Pasolini che pure tante energie impiegò in quel discusso «secondo mestiere», al contrario, riteneva che le corazzate di carta e i loro direttori spesso limitassero le libertà. Ecco come si rivolgeva a Piero Ottone al timone del Corriere: «Direttore con che animo hai la spudoratezza di ... parlare di libertà di stampa, quando ne fai mercimonio ... Sei una triviale e laida puttana». Però circa un anno dopo affidava i suoi scritti più corsari proprio a Ottone che li pubblicava in prima pagina. Ugualmente accanito contro chi dirigeva l'orchestra era l’anarchico Bianciardi: Aristerco, così ribattezzava Aristarco a capo di Cinema nuovo e sfidava a duello Luciano Barca, responsabile dell’Unità, che lo aveva messo alla porta per aver descritto Franco Ferri, direttore dell’Istituto Gramsci, fiore all'occhiello del Pci, come un perdigiorno sempre impegnato a giocare a biliardo.

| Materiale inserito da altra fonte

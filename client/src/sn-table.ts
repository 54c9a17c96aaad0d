import { LitElement, css, html, nothing } from 'lit';
import { live } from 'lit/directives/live.js';
import { type FieldKind, type ParsedInput, type UnitSystem, displayUnit, inputText, parseInput, parsePlainNumber, prettyUnit } from './units.js';
import { type SectionKind, isSectionKind, parseSectionInput, sectionInputText, sectionUnit } from './section-geometry.js';

/** What a quantity column holds: a kind of the presentation module, or a section property (m⁴, m³). */
export type ColumnKind = FieldKind | SectionKind;

function unitOf(kind: ColumnKind, system: UnitSystem): string {
  return isSectionKind(kind) ? sectionUnit(kind, system) : displayUnit(kind, system);
}

function textOf(value: unknown, kind: ColumnKind, system: UnitSystem): string {
  return isSectionKind(kind) ? sectionInputText(value, kind, system) : inputText(value, kind, system);
}

function parseOf(text: string, kind: ColumnKind, system: UnitSystem): ParsedInput {
  return isSectionKind(kind) ? parseSectionInput(text, kind, system) : parseInput(text, kind, system);
}

/** One column of an editable table. */
export interface Column {
  /** Path of the field inside a row, '/'-separated ("a/shaft"), or a virtual key starting with "@". */
  readonly key: string;
  readonly label: string;
  readonly type: 'text' | 'quantity' | 'number' | 'integer' | 'select';
  /** For quantities: what the field holds (sets the unit shown and how a plain number is read). */
  readonly kind?: ColumnKind;
  /** For selects: the values offered. */
  readonly options?: readonly string[];
  /** For selects of an optional field: the label of "none". */
  readonly blank?: string;
  /** Value of a virtual column. */
  readonly get?: (row: Record<string, unknown>) => unknown;
  /** When false the cell is shown greyed and cannot be edited (a field this row's form does not use). */
  readonly enabled?: (row: Record<string, unknown>) => boolean;
  /** Tooltip of the header. */
  readonly hint?: string;
  /** Input width, in characters. */
  readonly width?: number;
}

/** Detail of `sn-edit`. */
export interface EditDetail { pointer: string; value: unknown }
/** Detail of `sn-row-add` and `sn-row-remove`. */
export interface RowDetail { pointer: string; index: number }
/** Detail of `sn-select`. */
export interface SelectDetail { pointer: string }
/** Detail of `sn-draft`: what a cell holds while it is being typed in (not committed yet). */
export interface DraftDetail { pointer: string; value: unknown }

/** An id for the element that holds the message of a field, from its pointer. */
export function messageId(pointer: string): string {
  return `msg${pointer.replace(/[^A-Za-z0-9_-]/g, (c) => `_${c.charCodeAt(0).toString(16)}`)}`;
}

function valueAt(row: Record<string, unknown>, col: Column): unknown {
  if (col.get) return col.get(row);
  let cur: unknown = row;
  for (const k of col.key.split('/')) {
    if (cur === null || typeof cur !== 'object') return undefined;
    cur = (cur as Record<string, unknown>)[k];
  }
  return cur;
}

/**
 * An editable table of one list of the model (or of one object, with `single`).
 * Tab moves through the cells; Enter (or Tab, or leaving the cell) commits the
 * cell; a row is added only with the "+ Add" button. Each input carries
 * `data-pointer`, the JSON pointer of its field; a field the API names is marked
 * `aria-invalid` and described by its message. A wide table scrolls sideways
 * inside its panel with the first column (the id) kept in view.
 *
 * @fires sn-draft - {pointer, value}: a quantity or number is being typed (readable so far)
 * @fires sn-edit - {pointer, value}: a cell was committed (value undefined removes an optional field)
 * @fires sn-row-add - {pointer, index}: add a row to the list at pointer, at index
 * @fires sn-row-remove - {pointer, index}: remove a row
 * @fires sn-select - {pointer}: a row was focused or clicked
 */
export class SnTable extends LitElement {
  static override styles = css`
    :host { display: block; }
    /* A shadow at the right edge says there is more to scroll to (it is covered once the end is reached). */
    .wrap { overflow-x: auto; max-width: 100%;
      background: linear-gradient(to left, #fff 40%, rgba(255, 255, 255, 0)) right / 28px 100% no-repeat local,
        radial-gradient(farthest-side at 100% 50%, rgba(29, 58, 74, 0.28), rgba(29, 58, 74, 0)) right / 12px 100% no-repeat scroll; }
    table { border-collapse: separate; border-spacing: 0; font-size: 13px; }
    th:first-child, td:first-child { position: sticky; left: 0; z-index: 1; background: #fff; }
    tr.row.selected > td:first-child { background: #fbeed3; }
    th { text-align: left; font-weight: 600; color: #4a5258; padding: 2px 4px; white-space: nowrap; font-size: 12px; }
    td { padding: 1px 2px; vertical-align: top; }
    tr.row > td:first-child { border-left: 3px solid transparent; }
    tr.row.selected > td { background: #fbeed3; }
    tr.row.selected > td:first-child { border-left-color: #d48a1a; }
    tr.row.flagged > td:first-child { border-left-color: #b3261e; }
    input, select { font: inherit; font-size: 13px; padding: 2px 4px; border: 1px solid #c8c4bb; border-radius: 3px;
      background: #fff; box-sizing: border-box; }
    input:focus, select:focus { outline: 2px solid #2b6f8e; outline-offset: -1px; border-color: #2b6f8e; }
    input:disabled, select:disabled { background: #ece9e3; color: #9a968e; }
    .invalid { border-color: #b3261e; background: #fdf0ef; }
    .msg { color: #b3261e; font-size: 11px; max-width: 18em; line-height: 1.25; padding: 1px 2px; }
    .rowmsg td { color: #b3261e; font-size: 12px; padding: 0 6px 4px; }
    .rownote td { padding: 2px 0 4px; }
    .rownote .pinned { color: #1d3a4a; background: #eef5f8; font-size: 12px; padding: 3px 6px; border-left: 3px solid #2b6f8e; box-sizing: border-box; }
    .rowmsg td:first-child, .rownote td:first-child { position: static; }
    /* A row's message stays in view while a wide table scrolls sideways, wraps within the panel's width,
       and never widens the table (no intrinsic width of its own). */
    .pinned { position: sticky; left: 0; max-width: 34em; white-space: normal; contain: inline-size; }
    button { font: inherit; font-size: 12px; cursor: pointer; border: 1px solid #c8c4bb; background: #fff; border-radius: 3px; }
    button.remove { border: none; background: none; color: #8a857c; font-size: 15px; padding: 0 5px; }
    button.remove:hover { color: #b3261e; }
    button.add { margin-top: 4px; padding: 2px 8px; }
    .empty { color: #8a857c; font-style: italic; padding: 4px; font-size: 12px; }
    @media print { button { display: none; } }
  `;

  static override properties = {
    rows: { attribute: false },
    columns: { attribute: false },
    pointer: { type: String },
    system: { type: String },
    errors: { attribute: false },
    selected: { type: String },
    single: { type: Boolean },
    noun: { type: String },
    flagged: { attribute: false },
    notes: { attribute: false },
  };

  declare rows: ReadonlyArray<Record<string, unknown>>;
  declare columns: readonly Column[];
  /** JSON pointer of the list (or of the object, with `single`). */
  declare pointer: string;
  declare system: UnitSystem;
  /** Messages by JSON pointer. */
  declare errors: Readonly<Record<string, string>>;
  /** Pointer of the selected item (a row or a field inside it). */
  declare selected: string;
  /** One object, not a list: no add or remove. */
  declare single: boolean;
  /** What a row is called, for the add button ("support"). */
  declare noun: string;
  /** Row pointers to mark (shafts free to spin). */
  declare flagged: readonly string[];
  /** Notes (not errors) shown under a row, by row pointer. */
  declare notes: Readonly<Record<string, string>>;

  private focusRow = -1;
  /** Text typed but not committed yet, by field pointer: a re-render (a draft's results arriving) must not overwrite it. */
  private typing = new Map<string, string>();

  constructor() {
    super();
    this.rows = [];
    this.columns = [];
    this.pointer = '';
    this.system = 'si';
    this.errors = {};
    this.selected = '';
    this.single = false;
    this.noun = 'row';
    this.flagged = [];
    this.notes = {};
  }

  override render() {
    return html`<div class="wrap">
        ${this.rows.length === 0
          ? html`<div class="empty">None yet.</div>`
          : html`<table>
              <thead>
                <tr>
                  ${this.columns.map((c) => html`<th title=${c.hint ?? ''}>${this.header(c)}</th>`)}
                  ${this.single ? nothing : html`<th></th>`}
                </tr>
              </thead>
              <tbody>
                ${this.rows.map((row, i) => this.renderRow(row, i))}
              </tbody>
            </table>`}
      </div>
      ${this.single
        ? nothing
        : html`<button class="add" data-add=${this.pointer} @click=${() => this.add(this.rows.length)}>+ Add ${this.noun}</button>`}`;
  }

  override updated(): void {
    if (this.focusRow >= 0 && this.focusRow < this.rows.length) {
      const target = this.renderRoot.querySelector<HTMLElement>(`tr[data-index="${this.focusRow}"] input:not(:disabled), tr[data-index="${this.focusRow}"] select:not(:disabled)`);
      this.focusRow = -1;
      target?.focus();
      if (target instanceof HTMLInputElement) target.select();
    }
  }

  /** Scrolls the selected row into view unless focus is already inside this table. */
  revealSelected(): void {
    const row = this.renderRoot.querySelector<HTMLElement>('tr.selected');
    if (row && !this.matches(':focus-within')) row.scrollIntoView({ block: 'nearest' });
  }

  private header(c: Column) {
    if (c.type !== 'quantity' || !c.kind) return c.label;
    return html`${c.label} <span style="font-weight:400">[${prettyUnit(unitOf(c.kind, this.system))}]</span>`;
  }

  private rowPointer(i: number): string {
    return this.single ? this.pointer : `${this.pointer}/${i}`;
  }

  private renderRow(row: Record<string, unknown>, i: number) {
    const rp = this.rowPointer(i);
    const sel = this.selected !== '' && (this.selected === rp || this.selected.startsWith(rp + '/'));
    const rowMsg = this.errors[rp];
    return html`<tr
        class="row ${sel ? 'selected' : ''} ${this.flagged.includes(rp) ? 'flagged' : ''}"
        data-pointer=${rp}
        data-index=${i}
        @focusin=${() => this.select(rp)}
        @click=${() => this.select(rp)}
      >
        ${this.columns.map((c) => html`<td>${this.renderCell(row, i, c)}</td>`)}
        ${this.single
          ? nothing
          : html`<td><button class="remove" title="Remove this ${this.noun}" aria-label="Remove ${this.noun} ${i + 1}" @click=${() => this.removeAt(i)}>×</button></td>`}
      </tr>
      ${rowMsg ? html`<tr class="rowmsg"><td colspan=${this.columns.length + 1}><div class="pinned" id=${messageId(rp)}>${rowMsg}</div></td></tr>` : nothing}
      ${this.notes[rp] ? html`<tr class="rownote" data-note=${rp}><td colspan=${this.columns.length + 1}><div class="pinned" role="status">${this.notes[rp]}</div></td></tr>` : nothing}`;
  }

  private renderCell(row: Record<string, unknown>, i: number, c: Column) {
    const ptr = `${this.rowPointer(i)}/${c.key}`;
    const msg = this.errors[ptr];
    const value = valueAt(row, c);
    const disabled = c.enabled ? !c.enabled(row) : false;
    const label = `${c.label} of ${this.noun} ${i + 1}`;
    if (c.type === 'select') {
      const opts = c.options ?? [];
      const v = value === undefined ? '' : String(value);
      const all = v !== '' && !opts.includes(v) ? [...opts, v] : opts;
      return html`<select
          data-pointer=${ptr}
          aria-label=${label}
          aria-invalid=${msg ? 'true' : 'false'}
          aria-describedby=${msg ? messageId(ptr) : nothing}
          class=${msg ? 'invalid' : ''}
          ?disabled=${disabled}
          @change=${(e: Event) => this.commitSelect(e, ptr)}
        >
          ${c.blank !== undefined ? html`<option value="" ?selected=${v === ''}>${c.blank}</option>` : nothing}
          ${all.map((o) => html`<option value=${o} ?selected=${o === v}>${o}</option>`)}
        </select>
        ${msg ? html`<div class="msg" id=${messageId(ptr)}>${msg}</div>` : nothing}`;
    }
    let text: string;
    if (this.typing.has(ptr)) text = this.typing.get(ptr) as string;
    else if (c.type === 'quantity' && c.kind) text = textOf(value, c.kind, this.system);
    else text = value === undefined || value === null ? '' : String(value);
    const title = c.type === 'quantity' && typeof value === 'string' ? `stored as "${value}"` : '';
    return html`<input
        data-pointer=${ptr}
        aria-label=${label}
        aria-invalid=${msg ? 'true' : 'false'}
        aria-describedby=${msg ? messageId(ptr) : nothing}
        title=${title}
        class=${msg ? 'invalid' : ''}
        size=${c.width ?? (c.type === 'text' ? 10 : 8)}
        .value=${live(disabled ? '' : text)}
        ?disabled=${disabled}
        spellcheck="false"
        autocomplete="off"
        @change=${(e: Event) => this.commitInput(e.target as HTMLInputElement, c, ptr)}
        @input=${(e: Event) => this.draft(e.target as HTMLInputElement, c, ptr)}
        @blur=${() => this.typing.delete(ptr)}
        @keydown=${(e: KeyboardEvent) => this.onKey(e)}
      />
      ${msg ? html`<div class="msg" id=${messageId(ptr)}>${msg}</div>` : nothing}`;
  }

  private parse(text: string, c: Column): unknown {
    if (c.type === 'quantity' && c.kind) return parseOf(text, c.kind, this.system).value;
    if (c.type === 'number') return parsePlainNumber(text, false).value;
    if (c.type === 'integer') return parsePlainNumber(text, true).value;
    return text.trim() === '' && c.key !== 'id' ? undefined : text.trim();
  }

  private commitInput(input: HTMLInputElement, c: Column, ptr: string): void {
    this.typing.delete(ptr);
    this.emit<EditDetail>('sn-edit', { pointer: ptr, value: this.parse(input.value, c) });
  }

  private commitSelect(e: Event, ptr: string): void {
    const v = (e.target as HTMLSelectElement).value;
    this.emit<EditDetail>('sn-edit', { pointer: ptr, value: v === '' ? undefined : v });
  }

  /** While typing a quantity or a number: its value so far, when it reads (nothing else is sent). */
  private draft(input: HTMLInputElement, c: Column, ptr: string): void {
    this.typing.set(ptr, input.value);
    let parsed: { value: unknown; problem?: string } | null = null;
    if (c.type === 'quantity' && c.kind) parsed = parseOf(input.value, c.kind, this.system);
    else if (c.type === 'number' || c.type === 'integer') parsed = parsePlainNumber(input.value, c.type === 'integer');
    if (!parsed || parsed.problem || parsed.value === undefined) return;
    this.emit<DraftDetail>('sn-draft', { pointer: ptr, value: parsed.value });
  }

  /** Enter commits the cell (the input's "change" fires) and keeps the focus in it; it never adds a row. */
  private onKey(e: KeyboardEvent): void {
    if (e.key !== 'Enter' || e.isComposing) return;
    e.preventDefault();
    const input = e.target as HTMLInputElement;
    // Blurring fires "change" only when the text changed since the last commit: the one commit path.
    input.blur();
    input.focus();
  }

  private add(index: number): void {
    this.focusRow = index;
    this.emit<RowDetail>('sn-row-add', { pointer: this.pointer, index });
  }

  private removeAt(index: number): void {
    this.emit<RowDetail>('sn-row-remove', { pointer: this.pointer, index });
  }

  private select(pointer: string): void {
    if (this.selected === pointer || this.selected.startsWith(pointer + '/')) return;
    this.emit<SelectDetail>('sn-select', { pointer });
  }

  private emit<T>(type: string, detail: T): void {
    this.dispatchEvent(new CustomEvent<T>(type, { detail, bubbles: true, composed: true }));
  }
}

Persino per Calvino, che tanto si dedicò al giornalismo, questo amore fu controverso. Nel 1960 mandò addirittura al macero le bozze di un suo reportage sugli Stati Uniti perché non lo convinceva e temeva potesse sollecitare diffidenze e resistenze. Ma alla fine lui stesso riconosceva che il bistrattato mestiere nascondeva in sé una fatale attrazione, era il vivificante rapporto con la vita di tutti giorni. Forse proprio per questo anche oggi va per la maggiore. Flaiano analogamente sosteneva: «I giornalisti? Chi ci salverà da questi cuochi della realtà?». Dimenticando però che anche lui trafficava con pentole e fornelli." (da Mirella Serri, Scrittore, dimmi perché fai il giornalista, "TuttoLibri", "La Stampa", 12/02/'11)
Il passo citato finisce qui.